Nvidia now captures 70%+ share of data center compute spend. They are also set to dominate the market for AI training semis for the foreseeable future. Hence the shift in most semis messaging to talk about the market for AI Inference. This is going to be a much larger market than training, but how exactly that happens and who will participate remains unclear.
First and foremost, there is the very big question as to where inference will take place – in the Cloud in some data center or at the Edge on user devices. For some time, we have operated on the assumption that the only way the economics of AI inference pencil out is for much of the workload to end up being done at the edge, meaning the end user pays the ‘capex’. Inference is going to be very expensive and even the deep pockets of the hyperscalers will struggle to afford the necessary build out.

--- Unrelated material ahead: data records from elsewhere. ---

"""Run every reproduction card of experiments/published/ and print measured vs expected.

    python experiments/run_published.py                 # full lengths (about 10 minutes on 2 cores)
    python experiments/run_published.py --short         # the short forms CI runs
    python experiments/run_published.py l96_etkf_20 --short  # only the named cards

Exit status 1 when any card misses its band.
"""

import argparse
import os
import sys

from assimbench.reproduction import load_cards, measure, verdicts

FOLDER = os.path.join(os.path.dirname(os.path.abspath(__file__)), "published")


def main() -> int:
    parser = argparse.ArgumentParser(description=__doc__.splitlines()[0])
    parser.add_argument("cards", nargs="*", metavar="CARD", help="names of the cards to run (default: every card)")
    parser.add_argument("--short", action="store_true", help="run the short forms")
    args = parser.parse_args()
    length = "short" if args.short else "full"
    cards = load_cards(FOLDER)
    unknown = [name for name in args.cards if name not in cards]
    if unknown:
        print(f"run_published: error: no card named {unknown[0]}; the cards are {', '.join(cards)}", file=sys.stderr)
        return 2
    if args.cards:
        cards = {name: card for name, card in cards.items() if name in args.cards}
    measured = {name: measure(card, length) for name, card in cards.items()}
    results = verdicts(cards, measured, length)
    name_width = max(len(name) for name in measured) + 2
    reason_width = max(len(reason) for _, reason in results.values()) + 2
    print(f"{'card':<{name_width}}{'measured':>10}  {'expected':<{reason_width}}{'verdict':<8}source")
    for name, card in cards.items():
        ok, reason = results[name]
        print(f"{name:<{name_width}}{measured[name]:>10.3f}  {reason:<{reason_width}}{'ok' if ok else 'MISS':<8}"
              f"{card.source}")
    return 0 if all(ok for ok, _ in results.values()) else 1


if __name__ == "__main__":
    sys.exit(main())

Beyond that, there are reasons around security, privacy and “data sovereignty” which lend themselves to edge inference.
At CES, we had that view seriously challenged several times. For instance, we met with privately-held Groq. They are a new-model company that designed their own inference chip (the LPU), but monetize through software providing low-cost, high-speed inference via their PaaS platform. Their contention is that their approach is sufficiently superior to the alternatives that it bends the cost curve enough to make cloud inference economical and edge inference superfluous. Of course, we have many questions about Groq – how good is there performance really and can they compete with the hyperscalers when it comes to providing cloud services. That being said, they have a company and an approach that merits more attention.
Separately, we spoke to several companies making large moving objects who felt fairly strongly that cloud inference worked for most of their needs. For instance, we spent a lot of time in the John Deere booth. Deere is probably the most advanced industrial company when it comes to compute and autonomy. We spoke with someone from their software team about the edge vs cloud debate. According to him, much of the Deere software stack can be run perfectly well in the Cloud. Some tasks like vehicle safety (i.e. do not run over farm workers) probably need to be run on the vehicle, but many other tasks, including navigation, run perfectly well for them from the cloud. (They also run a robust cellular service to provide that low latency connectivity.) It was clear from our conversation with him that as a software designer he felt much larger compute constraints in the cloud than at the edge, implying much smaller uplift for edge silicon.
Admittedly, these are anecdotal data points from the far end of the capabilities spectrum. Most other companies will have to contend with very different environments. Nonetheless, they give us pause in to reconsider our assumptions about how this will play out.
Ultimately, this debate will be settled on the software side. Can developers continue to bring out models and tools which run on the edge? The answer to this question is important, and the stakes are huge. Companies like AMD, Intel and Qualcomm are all counting on a big uplift for edge inference.